Kids presenting with respiratory symptoms who need a strep test now get it curbside, she said as an example.
However, they are still doing well checks and shots in the clinic, especially for their younger patients.
“We want to make sure we keep up with immunizations,”she said. “We don’t want there to be an outbreak of pertussis because of this.”
For the time being, Foth is at home and isolated as she waits for coronavirus test results. She said the symptoms started on Sunday, a fever that was not in keeping with the bad allergies she typically deals with at this time of year.
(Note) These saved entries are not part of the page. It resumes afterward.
def lack_of_fit(
    y: np.ndarray, value: np.ndarray, cells: np.ndarray, classes: np.ndarray
) -> tuple[float, int, int, float] | None:
    """Lack-of-fit F test of ``y ~ cell + value`` against the class means ``y ~ class``.

    ``classes`` must be nested in ``cells`` with ``value`` constant within a
    class; all codes 0..k-1 without missing rows. Returns (F, df1, df2, p) or
    None when a degree of freedom is missing or the pure error is zero.
    Draper & Smith (1998), *Applied Regression Analysis*, 3rd ed., §2.1.
    """
    n = y.size
    k = int(classes.max()) + 1
    c = int(cells.max()) + 1

    def centred(x: np.ndarray, groups: np.ndarray, size: int) -> np.ndarray:
        sums = np.bincount(groups, weights=x, minlength=size)
        counts = np.bincount(groups, minlength=size)
        return np.asarray(x - (sums / counts)[groups], dtype=float)

    with np.errstate(over="ignore", invalid="ignore"):  # values too large to square
        v_c = centred(value.astype(float), cells, c)
        y_c = centred(y.astype(float), cells, c)
        sxx = float(v_c @ v_c)
        if not (np.isfinite(sxx) and sxx > 0):
            return None
        slope = float(v_c @ y_c) / sxx
        rss_line = float(((y_c - slope * v_c) ** 2).sum())
        rss_pure = float((centred(y.astype(float), classes, k) ** 2).sum())
    if not (np.isfinite(rss_line) and np.isfinite(rss_pure)):
        return None
    df1, df2 = k - c - 1, n - k
    if df1 < 1 or df2 < 1 or rss_pure <= 0:
        return None
    f = ((rss_line - rss_pure) / df1) / (rss_pure / df2)
    f = max(f, 0.0)
    return f, df1, df2, float(dist.f_sf(f, df1, df2))


def _validate(frame: pd.DataFrame, response: str, treatments: Sequence[str]) -> np.ndarray:
    if not isinstance(frame, pd.DataFrame):
        raise InputError("the covariate scan needs a data frame")
    if response not in frame.columns:
        raise InputError(f"response column '{response}' is not in the data")
    if not treatments:
        raise InputError("the covariate scan needs at least one treatment column")
    for t in treatments:
        if t not in frame.columns:
            raise InputError(f"treatment column '{t}' is not in the data")
    y = pd.to_numeric(frame[response], errors="coerce")
    if frame[response].notna().sum() > y.notna().sum():
        raise InputError(f"response column '{response}' is not numeric")
    if not y.notna().any():
        raise InputError(f"response column '{response}' has no values")
    return np.asarray(y.to_numpy(dtype=float, na_value=np.nan))


def _is_candidate(series: pd.Series) -> bool:
    return pd.api.types.is_numeric_dtype(series) and not pd.api.types.is_bool_dtype(series)


def scan_covariates(
    frame: pd.DataFrame,
    response: str,
    treatments: Sequence[str],
    *,
    exclude: Sequence[str] = (),
) -> HiddenScan:
    """Derive the unrecorded units traced by covariates constant within them.

    See the module docstring for the rules. Each derived grouping has codes per
    row (-1 where the covariate, the response or a treatment is missing).
    """
    y_all = _validate(frame, response, treatments)
    cells_all = group_codes(frame, tuple(treatments))
    skip = {response, *treatments, *exclude}
    trt_label = (
        f"level of '{treatments[0]}'"
        if len(treatments) == 1
        else "cell of " + " x ".join(f"'{t}'" for t in treatments)
    )
    derived: list[DerivedGrouping] = []
    groupings: dict[object, np.ndarray] | None = None  # coded once, when first needed
    for col in frame.columns:
        if col in skip or not _is_candidate(frame[col]) or _grouping_name(str(col)):
            continue
        values = frame[col].to_numpy(dtype=float, na_value=np.nan)
        ok = np.isfinite(values) & np.isfinite(y_all) & (cells_all >= 0)
        n = int(ok.sum())
        if n < MIN_ROWS:
            continue
        v, y, cells = values[ok], y_all[ok], _dense(cells_all[ok])
        # the values' codes (in increasing order of value) from the column's
        # shared codes, which are sorted by value too: no sort of the rows here
        own = dense_codes(column_codes(frame[col]).codes[ok])
        n_values = int(own.max()) + 1
        if n_values < MIN_DISTINCT or n_values > MAX_DISTINCT_SHARE * n:
            continue
        found = _classes(v, own, y, cells)
        if found is None:
            continue
        classes, test = found
        if groupings is None:
            groupings = {
                other: group_codes(frame, (other,))
                for other in frame.columns
                if other != response
                and other not in treatments
                and _is_grouping_column(frame, other)
            }
        if _explained(groupings, col, ok, classes, cells):
            continue
        integer = bool(np.all(v == np.round(v)))
        if integer and same_partition(own, classes):
            continue  # an integer unit number, not a covariate
        codes = np.full(len(frame), -1, dtype=np.int64)
        codes[ok] = classes
        if any(same_partition(classes, _dense(d.codes[ok])) for d in derived):
            continue  # another covariate of the same units came first
        derived.append(
            _derive(str(col), response, codes, classes, own, test, trt_label, treatments)
        )
    return HiddenScan(derived=tuple(derived))


def _classes(
    v: np.ndarray, own: np.ndarray, y: np.ndarray, cells: np.ndarray
) -> tuple[np.ndarray, tuple[float, int, int, float]] | None:
    """Value classes within cells and their lack-of-fit test, when they pass rules 1 to 3.

    ``own`` codes the covariate's values ``v`` ``0..k-1`` in increasing order of value.
    """
    n = v.size
    n_cells = int(cells.max()) + 1
    classes = _dense(cells * (int(own.max()) + 1) + own)
    k = int(classes.max()) + 1
    sizes = np.bincount(classes, minlength=k)
    cell_of_class = np.empty(k, dtype=np.int64)
    cell_of_class[classes] = cells  # each class lies in one cell
    per_cell = np.bincount(cell_of_class, minlength=n_cells)
    if int(per_cell.min()) < MIN_CLASSES_PER_CELL or n / k < MIN_ROWS_PER_CLASS:
        return None
    if float(sizes[sizes == 1].sum()) > MAX_SINGLETON_SHARE * n:
        return None
    cells_of_value = units_per_level(cells, own, int(own.max()) + 1)
    grid = cells_of_value[own] == n_cells
    if n_cells < 2 or float(grid.mean()) > MAX_GRID_SHARE:
        return None
    test = lack_of_fit(y, v, cells, classes)
    if test is not None and test[3] < ALPHA:
        return classes, test
    confined = confinement(own, cells)
    if confined is not None and confined[1] <= CONFINED_ALPHA and confined[0] >= MIN_CONFINED:
        return classes, (confined[0], 0, 0, confined[1])
    return None


CONFINED_ALPHA = 0.001  # strict screening level (common practice)
MIN_CONFINED = 0.5  # share of value-sharing rows whose value stays in one cell (chosen)
CONFINED_DRAWS = 999


def confinement(
    own: np.ndarray, cells: np.ndarray, seed: int = 20261201
) -> tuple[float, float] | None:
    """Share of rows, among those whose value recurs, whose value occurs in one cell only,
    and its permutation p-value (cells shuffled over rows; Phipson & Smyth 2010).

    A covariate read once per unit repeats within a treatment cell and only by
    coincidence across cells; a per-row measurement with ties repeats across
    cells as often as chance allows. The test uses the response not at all.
    """
    sizes = np.bincount(own)
    shared = sizes[own] >= 2
    if int(shared.sum()) < 4:
        return None
    order = np.argsort(own[shared], kind="stable")
    groups = own[shared][order]
    starts = np.flatnonzero(np.concatenate([[True], groups[1:] != groups[:-1]]))
    weights = np.diff(np.concatenate([starts, [groups.size]]))

    def stat(c: np.ndarray) -> np.ndarray:
        lo = np.minimum.reduceat(c, starts, axis=-1)
        hi = np.maximum.reduceat(c, starts, axis=-1)
        return np.asarray(((lo == hi) * weights).sum(axis=-1) / groups.size)

    observed = float(stat(cells[shared][order]))
    rng = np.random.default_rng(seed)
    draws = rng.permuted(np.tile(cells, (CONFINED_DRAWS, 1)), axis=1)[:, shared][:, order]
    hits = int(np.sum(stat(draws) >= observed - 1e-12))
    return observed, (1 + hits) / (1 + CONFINED_DRAWS)


def _is_grouping_column(frame: pd.DataFrame, col: object) -> bool:
    """Whether a recorded column can stand for units: text, a unit name or integer codes."""
    series = frame[col]
    if not _is_candidate(series) or _grouping_name(str(col)):
        return True
    values = series.to_numpy(dtype=float, na_value=np.nan)
    values = values[np.isfinite(values)]
    return bool(values.size and np.all(values == np.round(values)))


def _explained(
    groupings: dict[object, np.ndarray],
    col: object,
    ok: np.ndarray,
    classes: np.ndarray,
    cells: np.ndarray,
) -> bool:
    """Whether a recorded grouping column (``groupings``: codes of every grouping
    column but the response and treatments) gives the classes or holds the
    covariate constant."""
    for other, codes in groupings.items():
        if other == col:
            continue
        raw = codes[ok]
        keep = raw >= 0
        if not keep.any():
            continue
        sub_raw, sub_classes = _dense(raw[keep]), _dense(classes[keep])
        local = dense_codes(pair_codes(cells[keep], sub_raw))
        if same_partition(sub_raw, sub_classes) or same_partition(local, sub_classes):
            return True
        if local.size / (int(local.max()) + 1) >= MIN_ROWS_PER_CLASS and is_nested(
            local, sub_classes
        ):
            return True
    return False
“The problem with this pandemic is that we’re tuned in to every little symptom,” she said. “Is it or isn’t it, is it or isn’t it?”
“The odds are I will get this”
Staying connected with friends and talking about something other than this virus are critical for Dr. David Lane, who has over 20 years of experience working in health care here.
Lane, an emergency-room physician at both St. Joseph’s and St. Mary’s hospitals, said working helps him take his mind off the virus and what it could mean in his life.
“The odds are I will get this,” he said. “I’m just trying to wall myself off from it emotionally.”
How are things changing for him as he prepares?
His son is staying with Lane’s ex-wife for now so there’s not any risk of exposure from him for either one of them.
He’s also focusing on getting new routines in place to offset years of doing things one particular way.
For example, he now walks directly into the laundry room when he gets home and his doctor scrubs go straight into the wash. Next, immediately, a shower.
“You have to make new routines,” he said. “You’ve gotta repeat and repeat them to make it automatic.”
Lane said neighbors have asked him if he needs groceries or help with anything else, which he finds very comforting.
“Community is so important for helping everyone get through this,” he said. “But I’m isolating myself as long as I’m working, until this ends.”